* **Dataset extract**

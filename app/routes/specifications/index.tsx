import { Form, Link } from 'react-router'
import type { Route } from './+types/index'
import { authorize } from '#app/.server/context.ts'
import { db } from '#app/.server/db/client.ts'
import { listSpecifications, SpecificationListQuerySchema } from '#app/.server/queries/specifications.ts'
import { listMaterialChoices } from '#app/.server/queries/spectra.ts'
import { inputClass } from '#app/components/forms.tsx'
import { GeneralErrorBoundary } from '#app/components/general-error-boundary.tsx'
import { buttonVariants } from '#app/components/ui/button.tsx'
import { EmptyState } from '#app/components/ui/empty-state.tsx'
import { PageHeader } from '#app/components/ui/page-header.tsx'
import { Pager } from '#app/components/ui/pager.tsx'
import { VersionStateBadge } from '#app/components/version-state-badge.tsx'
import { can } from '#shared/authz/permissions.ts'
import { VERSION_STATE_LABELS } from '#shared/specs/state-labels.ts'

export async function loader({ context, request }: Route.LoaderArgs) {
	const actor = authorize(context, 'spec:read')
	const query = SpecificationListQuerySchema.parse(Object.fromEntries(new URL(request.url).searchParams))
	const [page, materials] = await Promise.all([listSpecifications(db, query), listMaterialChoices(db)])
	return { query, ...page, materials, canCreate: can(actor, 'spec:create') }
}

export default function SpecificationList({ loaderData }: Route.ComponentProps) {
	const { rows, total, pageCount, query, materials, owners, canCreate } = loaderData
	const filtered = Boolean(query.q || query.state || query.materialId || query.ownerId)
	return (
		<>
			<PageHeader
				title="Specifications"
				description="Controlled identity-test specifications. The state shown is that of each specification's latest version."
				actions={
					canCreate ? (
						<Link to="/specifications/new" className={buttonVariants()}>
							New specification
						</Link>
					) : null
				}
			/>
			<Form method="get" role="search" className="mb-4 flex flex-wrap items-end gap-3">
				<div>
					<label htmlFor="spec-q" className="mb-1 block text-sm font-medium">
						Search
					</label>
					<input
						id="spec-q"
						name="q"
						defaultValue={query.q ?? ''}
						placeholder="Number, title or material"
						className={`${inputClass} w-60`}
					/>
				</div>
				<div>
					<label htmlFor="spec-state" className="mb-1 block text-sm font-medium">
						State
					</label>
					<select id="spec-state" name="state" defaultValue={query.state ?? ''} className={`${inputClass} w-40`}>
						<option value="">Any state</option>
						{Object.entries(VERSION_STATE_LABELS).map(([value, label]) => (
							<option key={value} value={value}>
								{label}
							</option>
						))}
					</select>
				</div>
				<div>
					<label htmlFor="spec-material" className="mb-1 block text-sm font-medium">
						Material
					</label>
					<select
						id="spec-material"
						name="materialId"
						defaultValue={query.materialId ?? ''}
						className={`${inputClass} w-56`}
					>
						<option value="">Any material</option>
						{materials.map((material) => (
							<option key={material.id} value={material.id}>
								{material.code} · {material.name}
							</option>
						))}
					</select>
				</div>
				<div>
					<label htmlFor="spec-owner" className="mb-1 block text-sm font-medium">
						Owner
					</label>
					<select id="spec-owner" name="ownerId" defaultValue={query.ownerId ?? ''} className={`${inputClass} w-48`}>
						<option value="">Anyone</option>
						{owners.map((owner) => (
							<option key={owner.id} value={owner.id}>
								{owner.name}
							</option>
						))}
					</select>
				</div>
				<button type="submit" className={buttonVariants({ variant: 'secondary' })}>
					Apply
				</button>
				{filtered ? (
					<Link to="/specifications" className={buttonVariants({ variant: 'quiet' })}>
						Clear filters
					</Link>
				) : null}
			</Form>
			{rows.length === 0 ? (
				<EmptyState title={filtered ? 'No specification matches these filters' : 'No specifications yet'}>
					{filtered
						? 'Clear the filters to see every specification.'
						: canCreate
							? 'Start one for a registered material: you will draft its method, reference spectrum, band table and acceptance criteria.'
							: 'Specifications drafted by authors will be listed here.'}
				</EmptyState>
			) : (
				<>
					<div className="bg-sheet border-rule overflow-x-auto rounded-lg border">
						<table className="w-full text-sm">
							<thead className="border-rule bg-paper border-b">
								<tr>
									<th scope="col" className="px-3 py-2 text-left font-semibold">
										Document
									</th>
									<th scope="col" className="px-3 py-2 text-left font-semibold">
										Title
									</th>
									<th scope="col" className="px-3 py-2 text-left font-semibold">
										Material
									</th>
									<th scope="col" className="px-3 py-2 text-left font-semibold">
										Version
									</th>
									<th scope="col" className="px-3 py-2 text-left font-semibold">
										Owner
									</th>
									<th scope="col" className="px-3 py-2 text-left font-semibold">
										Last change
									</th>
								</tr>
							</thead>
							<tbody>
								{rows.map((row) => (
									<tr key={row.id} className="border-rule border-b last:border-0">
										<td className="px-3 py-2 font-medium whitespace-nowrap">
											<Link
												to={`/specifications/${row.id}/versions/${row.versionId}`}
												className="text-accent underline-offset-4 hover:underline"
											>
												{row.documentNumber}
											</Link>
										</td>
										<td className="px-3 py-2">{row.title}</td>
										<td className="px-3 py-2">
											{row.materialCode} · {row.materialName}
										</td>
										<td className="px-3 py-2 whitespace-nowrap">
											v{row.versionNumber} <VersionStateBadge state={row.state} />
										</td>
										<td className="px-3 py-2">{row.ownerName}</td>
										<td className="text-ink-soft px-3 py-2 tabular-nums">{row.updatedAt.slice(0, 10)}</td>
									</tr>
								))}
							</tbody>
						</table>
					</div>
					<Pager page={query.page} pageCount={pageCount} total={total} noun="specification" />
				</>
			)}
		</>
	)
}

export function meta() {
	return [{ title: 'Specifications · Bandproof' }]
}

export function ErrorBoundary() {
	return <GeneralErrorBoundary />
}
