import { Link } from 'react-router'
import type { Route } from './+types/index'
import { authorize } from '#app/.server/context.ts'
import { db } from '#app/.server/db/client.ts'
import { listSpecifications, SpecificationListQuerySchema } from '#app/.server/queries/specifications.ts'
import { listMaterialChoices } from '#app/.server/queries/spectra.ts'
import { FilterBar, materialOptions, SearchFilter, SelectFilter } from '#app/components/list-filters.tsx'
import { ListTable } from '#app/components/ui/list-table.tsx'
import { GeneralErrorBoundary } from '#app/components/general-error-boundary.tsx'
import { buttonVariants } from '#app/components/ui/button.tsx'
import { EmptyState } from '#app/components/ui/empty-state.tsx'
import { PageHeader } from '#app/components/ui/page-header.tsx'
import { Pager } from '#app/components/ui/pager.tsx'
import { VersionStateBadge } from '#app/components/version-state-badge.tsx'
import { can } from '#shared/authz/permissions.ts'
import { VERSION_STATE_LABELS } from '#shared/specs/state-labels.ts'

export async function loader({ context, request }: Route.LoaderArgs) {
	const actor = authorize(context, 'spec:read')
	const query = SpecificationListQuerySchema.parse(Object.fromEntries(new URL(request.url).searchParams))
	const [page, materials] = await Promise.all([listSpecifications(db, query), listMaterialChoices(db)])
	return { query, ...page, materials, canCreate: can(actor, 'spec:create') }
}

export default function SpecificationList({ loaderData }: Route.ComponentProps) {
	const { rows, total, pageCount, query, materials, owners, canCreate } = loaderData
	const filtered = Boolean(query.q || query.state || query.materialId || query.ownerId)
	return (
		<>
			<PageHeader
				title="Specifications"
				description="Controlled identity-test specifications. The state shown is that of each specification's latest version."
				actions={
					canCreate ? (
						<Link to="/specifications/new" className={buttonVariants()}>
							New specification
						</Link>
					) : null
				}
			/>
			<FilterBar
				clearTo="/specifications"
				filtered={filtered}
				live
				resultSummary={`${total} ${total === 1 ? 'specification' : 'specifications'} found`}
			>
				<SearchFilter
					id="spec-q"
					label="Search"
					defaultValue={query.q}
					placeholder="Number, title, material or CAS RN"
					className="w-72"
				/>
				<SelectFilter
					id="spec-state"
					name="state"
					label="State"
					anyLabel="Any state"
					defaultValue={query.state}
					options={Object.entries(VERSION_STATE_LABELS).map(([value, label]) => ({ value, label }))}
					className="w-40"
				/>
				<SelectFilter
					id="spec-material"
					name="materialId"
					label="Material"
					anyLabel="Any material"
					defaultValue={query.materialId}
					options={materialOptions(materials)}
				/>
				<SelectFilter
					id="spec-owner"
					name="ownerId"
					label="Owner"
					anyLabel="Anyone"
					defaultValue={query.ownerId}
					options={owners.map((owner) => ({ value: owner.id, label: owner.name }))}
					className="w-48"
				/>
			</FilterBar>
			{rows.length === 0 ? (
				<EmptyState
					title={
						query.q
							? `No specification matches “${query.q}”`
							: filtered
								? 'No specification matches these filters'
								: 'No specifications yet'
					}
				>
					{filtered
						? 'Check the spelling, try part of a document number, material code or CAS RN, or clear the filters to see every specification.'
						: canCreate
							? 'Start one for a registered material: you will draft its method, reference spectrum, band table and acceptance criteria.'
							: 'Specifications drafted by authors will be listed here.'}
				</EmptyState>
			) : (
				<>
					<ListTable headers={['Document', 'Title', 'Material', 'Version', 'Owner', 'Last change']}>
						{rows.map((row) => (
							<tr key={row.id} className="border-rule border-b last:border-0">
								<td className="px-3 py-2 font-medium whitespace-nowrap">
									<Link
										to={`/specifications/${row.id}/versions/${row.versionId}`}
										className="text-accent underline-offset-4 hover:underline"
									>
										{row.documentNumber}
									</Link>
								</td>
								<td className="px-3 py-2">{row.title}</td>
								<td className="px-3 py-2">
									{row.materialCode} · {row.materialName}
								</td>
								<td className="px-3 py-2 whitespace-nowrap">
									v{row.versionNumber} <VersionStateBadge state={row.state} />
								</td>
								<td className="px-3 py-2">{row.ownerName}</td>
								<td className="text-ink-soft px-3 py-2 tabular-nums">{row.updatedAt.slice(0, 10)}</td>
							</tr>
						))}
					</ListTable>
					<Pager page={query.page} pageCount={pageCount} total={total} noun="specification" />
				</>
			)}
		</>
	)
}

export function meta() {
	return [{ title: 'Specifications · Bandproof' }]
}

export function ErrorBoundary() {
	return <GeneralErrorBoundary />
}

* **Problem requirements**
Where does the string "ListTable" occur in the material? Copy every line where it does.

* **Solution for this problem**
import { ListTable } from '#app/components/ui/list-table.tsx'
					<ListTable headers={['Document', 'Title', 'Material', 'Version', 'Owner', 'Last change']}>
					</ListTable>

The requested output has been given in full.